E’ arduo parlare di questi musicisti non perché io non sia convinto di ciò che dico ma perché sono convinto che le disapprovazioni saranno tante.
L’armonia di B. Evans è fondamentalmente tonale, non mancano brani ove il musicista è andato fuori dal tonale sconfinando nella armonia modale ed anche in quella intervallare. Sono presenti numerosissime alterazioni e sostituzioni degli accordi di dominante primaria e secondaria, gli accordi minor sono quasi sempre arricchiti da altre note della scala di riferimento tipo 6^, 9^, anche gli accordi major sono spesso arricchiti da 6^ e 9^. In Evans sono presenti modulazioni che comunque non sono mai molto abbondanti e soprattutto non sono strutturali come invece succede in Petrucciani.
L’armonia di Petrucciani è fondamentalmente tonale, anche in questo caso non mancano brani modali, a me non è capitato di ascoltare brani con armonia intervallare. Le alterazioni e sostituzioni delle dominanti in Petrucciani sono presenti ma non in grande quantità sono invece spesso presenti gli accordi di dominante eseguiti nella maniera tradizionale e cioè tonica, terza, quinta e settima, gli accordi minor e major contengono non frequentemente la 6^ e la 9^, ma più frequentemente la 7+. Sono invece molto più frequenti rispetto a Evans le modulazioni, ciò mantiene attento il pubblico e costituisce anche un elemento di non trascurabile difficoltà per l’esecutore. Petrucciani adopera molto il Latin a differenza di Evans dove è quasi assente.

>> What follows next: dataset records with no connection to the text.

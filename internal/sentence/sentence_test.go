package sentence

import (
	"bufio"
	"os"
	"strconv"
	"strings"
	"testing"

	"github.com/stretchr/testify/assert"
	"github.com/stretchr/testify/require"
)

// The sentence-break test cases of Unicode 15.0.0 (UCD auxiliary/SentenceBreakTest.txt, see
// testdata/SOURCES.md): the raw boundaries must match the published ones case by case.
func TestUAX29Conformance(t *testing.T) {
	f, err := os.Open("testdata/SentenceBreakTest.txt")
	require.NoError(t, err)
	defer f.Close()
	sc := bufio.NewScanner(f)
	cases := 0
	for sc.Scan() {
		line, _, _ := strings.Cut(sc.Text(), "#")
		line = strings.TrimSpace(line)
		if line == "" {
			continue
		}
		var text strings.Builder
		var want []int // byte offsets of the boundaries inside the text
		for _, field := range strings.Fields(line) {
			switch field {
			case "÷":
				want = append(want, text.Len())
			case "×":
			default:
				cp, err := strconv.ParseUint(field, 16, 32)
				require.NoError(t, err)
				text.WriteRune(rune(cp))
			}
		}
		s := text.String()
		var got []int
		for _, b := range boundaries(s) {
			got = append(got, b.Start)
		}
		got = append(got, len(s))
		assert.Equal(t, want, got, "%s", line)
		cases++
	}
	assert.Equal(t, 502, cases, "all cases of the 15.0.0 file")
}

// Behaviour on top of UAX #29 (common practice, no published reference): abbreviations and initials do
// not end sentences, decimals stay whole, white space is trimmed, line breaks always split.
func TestSplit(t *testing.T) {
	cases := []struct {
		text string
		want []string
	}{
		{"I live on the coast. I have never seen the sea!", []string{"I live on the coast.", "I have never seen the sea!"}},
		{"Dr. Ada Lune runs the lighthouse. She is kind.", []string{"Dr. Ada Lune runs the lighthouse.", "She is kind."}},
		{"It costs 3.50 coins. Cheap?  Yes.", []string{"It costs 3.50 coins.", "Cheap?", "Yes."}},
		{"Ask J. R. Moss about it. He knows.", []string{"Ask J. R. Moss about it.", "He knows."}},
		{"e.g. the tide. Then we sail.", []string{"e.g. the tide.", "Then we sail."}},
		{"  padded  ", []string{"padded"}},
		{"", nil},
		{"   \n  ", nil},
		{"First line\nSecond line", []string{"First line", "Second line"}},
		{"We met on St.\nThen left.", []string{"We met on St.", "Then left."}},
		{"Ich wohne in Zürich. Das Meer? Nie gesehen.", []string{"Ich wohne in Zürich.", "Das Meer?", "Nie gesehen."}},
		{"我住在海边。我从没见过大海。", []string{"我住在海边。", "我从没见过大海。"}},
		{"\"Never!\" she said. Fine.", []string{"\"Never!\" she said.", "Fine."}},
	}
	for _, c := range cases {
		var got []string
		for _, s := range Split(c.text) {
			got = append(got, c.text[s.Start:s.End])
		}
		assert.Equal(t, c.want, got, "%q", c.text)
	}
}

Nell’insieme credo di poter affermare che l’armonia di Petrucciani è più vivace, forse più attuale di quella di Evans, ma sicuramente E. è più profondo, più meditativo, più intrigante e poi a mio parere il musicista si valuta soprattutto nei soli, Petrucciani lo trovo spesso ripetitivo a volte anche scontato, Evans ha una marcia in più.

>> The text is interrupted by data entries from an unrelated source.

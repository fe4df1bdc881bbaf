#!/usr/bin/env python
"""Benchmark axiscope's out-of-core PCA against general-purpose tools.

The script builds a planted low-rank + noise float32 matrix on disk (a Zarr store with
zarr's default codec and an uncompressed, contiguous HDF5 dataset holding the same
values), generated block by block and cached in ``--data-dir``. It then runs, each in a
process of its own, and measures from outside (wall time around the child process, peak
resident memory from the child's own ``wait4`` resource usage):

* ``axiscope``: ``axiscope.fit(path, preprocess=PreprocessSpec(scale="none"),
  engine=EngineSettings(method="randomized"))``
  (centred covariance PCA) on the Zarr store and on the HDF5 file;
* ``sklearn``: ``sklearn.decomposition.PCA(svd_solver="randomized", random_state=0)`` on the
  matrix loaded from Zarr (the load is part of its time);
* ``incremental``: ``sklearn.decomposition.IncrementalPCA`` with ``partial_fit`` over row
  blocks read from Zarr (by default only at the smallest size: it is slow);
* ``dask``: ``dask.array.linalg.svd_compressed(A - A.mean(axis=0), k, n_power_iter=2, seed=0)``
  on ``dask.array.from_zarr``, threaded scheduler;
* ``floor``: one streaming read of the Zarr store and of the HDF5 file in row blocks, and one
  block-product pass ``A·Ω`` (Ω of shape features × 30) from each.

Accuracy is measured against an exact reference of the *whole* centred matrix: the Gram
matrix ``G = Σ_b A_bᵀA_b − n·μμᵀ`` accumulated in float64 over row blocks, whose top
eigenpairs LAPACK computes (``scipy.linalg.eigh`` with ``subset_by_index``); singular values
are ``sqrt(λ)``. The reference is cached beside the data. For every method the table gives
the largest relative error of σ1..σk and the largest principal-angle sine between its
k-dimensional right singular subspace and the reference one (``scipy.linalg.subspace_angles``).

The report (machine, command line, date, one Markdown table per size and chunk layout) is
printed and, with ``--out FILE``, appended to FILE.

Chunk layouts and caches: ``--zarr-chunks 2000x20000,auto`` measures several Zarr chunk
layouts of the same values one after the other (the values are drawn in 500-row units, so
the HDF5 copy and the exact reference are shared); ``--axiscope-runs auto,source,compressed-all``
runs axiscope once per entry with that block cache imposed on its plan (optionally
``KIND@TOL`` for another tolerance), and the notes give the first and later passes' times,
the compressed cache's size and the number of chunk files Zarr fetched.

Examples
--------
Small smoke run (seconds)::

    python scripts/bench_fit.py --sizes 2000x3000 --data-dir /tmp/benchsmall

La musica di E. è intrisa visceralmente di blues, fondamentalmente trae origine dalla cultura jazzistica americana, egli comunque rompe con la tradizione e questa rottura è dimostrata anche in ambito teorico attraverso le nuove idee di G. Russell, la musica di P. trae invece origine dalla cultura musicale europea nel senso che egli adopera modelli di derivazione europea.

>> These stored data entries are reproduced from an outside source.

#: How the Q limit is computed.
Q_LIMIT_METHODS = ("jackson-mudholkar", "box")
#: Values of the ``flag`` column of the diagnostics.
FLAGS = ("within", "t2", "q", "both", "missing")
#: Confidence always reported besides the requested one.
SECONDARY_CONFIDENCE = 0.95
#: Columns of ``diagnostics.tsv``, in order.
DIAGNOSTICS_COLUMNS = ("sample_id", "t2", "q", "flag", "missing_fraction", "confidence", "t2_limit",
                       "q_limit", "t2_limit_95", "q_limit_95")
#: Added to messages about non-finite values when the model's preprocessing takes logs.
_LOG_HINT = (
    " (the model's preprocessing applies log(1 + x), which turns values <= -1 into NaN or -inf: "
    "check the input for negative values, e.g. data that are already log-transformed)"
)


# ----------------------------------------------------------------------- at fit time


def t2_limit(confidence: float, n_components: int, n_samples: int) -> float:
    """Control limit of Hotelling's T² for a new sample (Tracy, Young & Mason 1992).

    ``k(n−1)(n+1) / (n(n−k)) · F⁻¹(confidence; k, n−k)`` with T² computed from the
    unbiased axis variances ``s²/(n−1)``. NaN when ``n <= k``.
    """
    k, n = int(n_components), int(n_samples)
    if n <= k:
        return float("nan")
    return float(k * (n - 1) * (n + 1) / (n * (n - k)) * stats.f.ppf(confidence, k, n - k))


def _jackson_mudholkar_base(confidence: float, theta1: float, theta2: float,
                             theta3: float) -> tuple[float, float, str | None]:
    """``(h0, base, reason)`` of the Jackson–Mudholkar formula; ``reason`` says why it is unusable."""
    if not (theta1 > 0 and theta2 > 0):
        return float("nan"), float("nan"), (
            f"theta1 = {theta1:.4g} and theta2 = {theta2:.4g} must be positive (no residual "
            "variance left outside the axes)")
    h0 = 1.0 - 2.0 * theta1 * theta3 / (3.0 * theta2**2)
    if not h0 > 0:
        return h0, float("nan"), (
            f"h0 = 1 - 2 theta1 theta3 / (3 theta2^2) = {h0:.4g} <= 0: the training residuals are "
            "more skewed than a Gaussian quadratic form allows")
    c = stats.norm.ppf(confidence)
    base = c * np.sqrt(2.0 * theta2 * h0**2) / theta1 + 1.0 + theta2 * h0 * (h0 - 1.0) / theta1**2
    if not base > 0:
        return h0, base, (
            f"the bracket of the formula is {base:.4g} <= 0 at confidence {confidence:g} "
            "(theta2 large for theta1)")
    return h0, base, None


def q_limit_jackson_mudholkar(confidence: float, theta1: float, theta2: float, theta3: float) -> float:
    """Jackson & Mudholkar (1979) limit of the squared prediction error.

    ``Q_α = θ1·[c_α·sqrt(2θ2h0²)/θ1 + 1 + θ2h0(h0 − 1)/θ1²]^(1/h0)``,
    ``h0 = 1 − 2θ1θ3/(3θ2²)``, ``c_α`` the standard normal quantile at ``confidence``.
    In the paper ``θ_r`` are the moments of the residual eigenvalues; the limits of
    :func:`score` pass ``θ1`` exact and ``θ2``, ``θ3`` estimated from the training
    residuals (see :func:`axiscope.model.training.training_extras`). NaN when the values do not allow it
    (``θ1, θ2 <= 0``, ``h0 <= 0`` or a non-positive bracket).
    """
    h0, base, reason = _jackson_mudholkar_base(confidence, theta1, theta2, theta3)
    if reason is not None:
        return float("nan")
    return float(theta1 * base ** (1.0 / h0))


def q_limit_box(confidence: float, mean: float, variance: float) -> float:
    """Box (1954) limit: ``g·χ²⁻¹(confidence; h)`` with ``g = var/(2·mean)``, ``h = 2·mean²/var``.

    :func:`score` passes the mean ``θ1`` and the variance ``2θ2`` of the training residuals.
    """
    if not (mean > 0 and variance > 0):
        return float("nan")
    g = variance / (2.0 * mean)
    h = 2.0 * mean**2 / variance
    return float(g * stats.chi2.ppf(confidence, h))


@dataclass
class ControlLimits:
    """Limits of T² and Q at one confidence level.

    ``q`` includes ``q_offset``, the expected excess of new samples' residuals over the
    training residuals (:func:`residual_excess`; zero when ``adjust_q=False``).
    """

    confidence: float
    t2: float
    q: float
    q_offset: float = 0.0

    def to_dict(self) -> dict:
        return {"confidence": self.confidence, "t2_limit": self.t2, "q_limit": self.q,
                "q_offset": self.q_offset}


def residual_excess(model: Model) -> float:
    """Expected excess of a new sample's Q over the mean training Q.

    ``Σ_j λ_j(1 − f_j²) + 2θ1/n`` (+ ``2θ1/(n − 3)`` when features are scaled). First term: the training samples helped choose the axes,
    so the axes take up more of their variance (``λ_j``, population convention) than of a
    new sample's (``f_j²·λ_j`` with ``f_j`` the shrinkage factor, :mod:`axiscope.model.shrinkage`);
    the difference is left in a new sample's residual. Second term: the training residuals
    are measured from the training mean with the ``1/n`` convention (expected
    ``(n−1)/n`` of the residual variance) while a new sample also carries the error of that
    mean (``+1/n``). Both vanish when samples far outnumber features.
    """
    f, moments = _require(model, "shrinkage_factor", "residual_moments",
                          hint="refit it, or score without the corrections that need them: "
                          "correct_shrinkage=False, adjust_q=False")
    theta1 = float(moments[0])
    excess = np.sum(model.variance * (1.0 - f**2)) + 2.0 * theta1 / model.n_samples
    if model.spec.scale != "none" and model.n_samples > 3:
        # Scales estimated from the training samples: a new sample's standardized values
        # carry σ²/s², whose mean for a chi-square s² on n − 1 degrees of freedom is
        # (n − 1)/(n − 3), i.e. about 2/(n − 3) more residual variance.
        excess += 2.0 * theta1 / (model.n_samples - 3)
    return float(excess)


def _require(model: Model, *names: str, hint: str = "refit it to score new samples") -> list[np.ndarray]:
    """The model's extras ``names`` as float64 arrays; a clear error when one is absent."""
    absent = [name for name in names if model.extras.get(name) is None]
    if absent:
        raise ModelError(
            f"the model stores no {', '.join(absent)} (it was written by an older axiscope); {hint}"
        )
    return [np.asarray(model.extras[name], dtype=np.float64) for name in names]


def choose_q_method(model: Model, requested: str, lowest_confidence: float) -> tuple[str, str | None]:
    """The Q method to use for all levels, and why Jackson–Mudholkar was given up (or None).

    Whether Jackson–Mudholkar applies does not depend on the level except through the
    bracket of the formula, which grows with the confidence: checking it at the lowest
    level checks it at every higher one.
    """
    if requested != "jackson-mudholkar":
        return requested, None
    (moments,) = _require(model, "residual_moments")
    _, _, reason = _jackson_mudholkar_base(lowest_confidence, *map(float, moments))
    return ("box", reason) if reason is not None else (requested, None)


def model_limits(model: Model, confidence: float, *, q_method: str = "jackson-mudholkar",
                 q_offset: float = 0.0) -> ControlLimits:
    """Limits for ``model`` at ``confidence`` with the given Q method (no fallback).

    ``q_offset`` is added to the Q limit (see :func:`residual_excess`). Box's limit uses
    the mean ``θ1`` and variance ``2θ2`` of the training residuals. Use
    :func:`choose_q_method` to decide the method first.
    """
    (moments,) = _require(model, "residual_moments")
    theta1, theta2, theta3 = map(float, moments)
    t2 = t2_limit(confidence, model.n_components, model.n_samples)
    if q_method == "jackson-mudholkar":
        q = q_limit_jackson_mudholkar(confidence, theta1, theta2, theta3)
    else:
        q = q_limit_box(confidence, theta1, 2.0 * theta2)
    return ControlLimits(float(confidence), t2, q + q_offset, q_offset)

A mio parere la parte più interessante di Petrucciani, non mi riferisco alla sue capacità tecniche o improvvisative che sono fuori discussione, sta nella costruzione melodica e nella sua stretta connessione con la sottostante armonia, se teniamo presente le numerosissime modulazioni possiamo capire quanto sia poi complesso costruirci sopra una melodia valida e semplice.
Ritengo che la parte più interessante di E. siano le frequenti sequenze cromatiche discendenti presenti molto spesso nei suoi brani, di rara bellezza.
Ritengo che per un pianista (con solidi studi classici alle spalle) che voglia dedicarsi al jazz, lo studio di questi musicisti sia una pietra miliare, una conditio sine qua non.
Quindi due musicisti tonali, oggigiorno molta parte del jazz è modale.
Ci siamo evoluti o siamo andati indietro?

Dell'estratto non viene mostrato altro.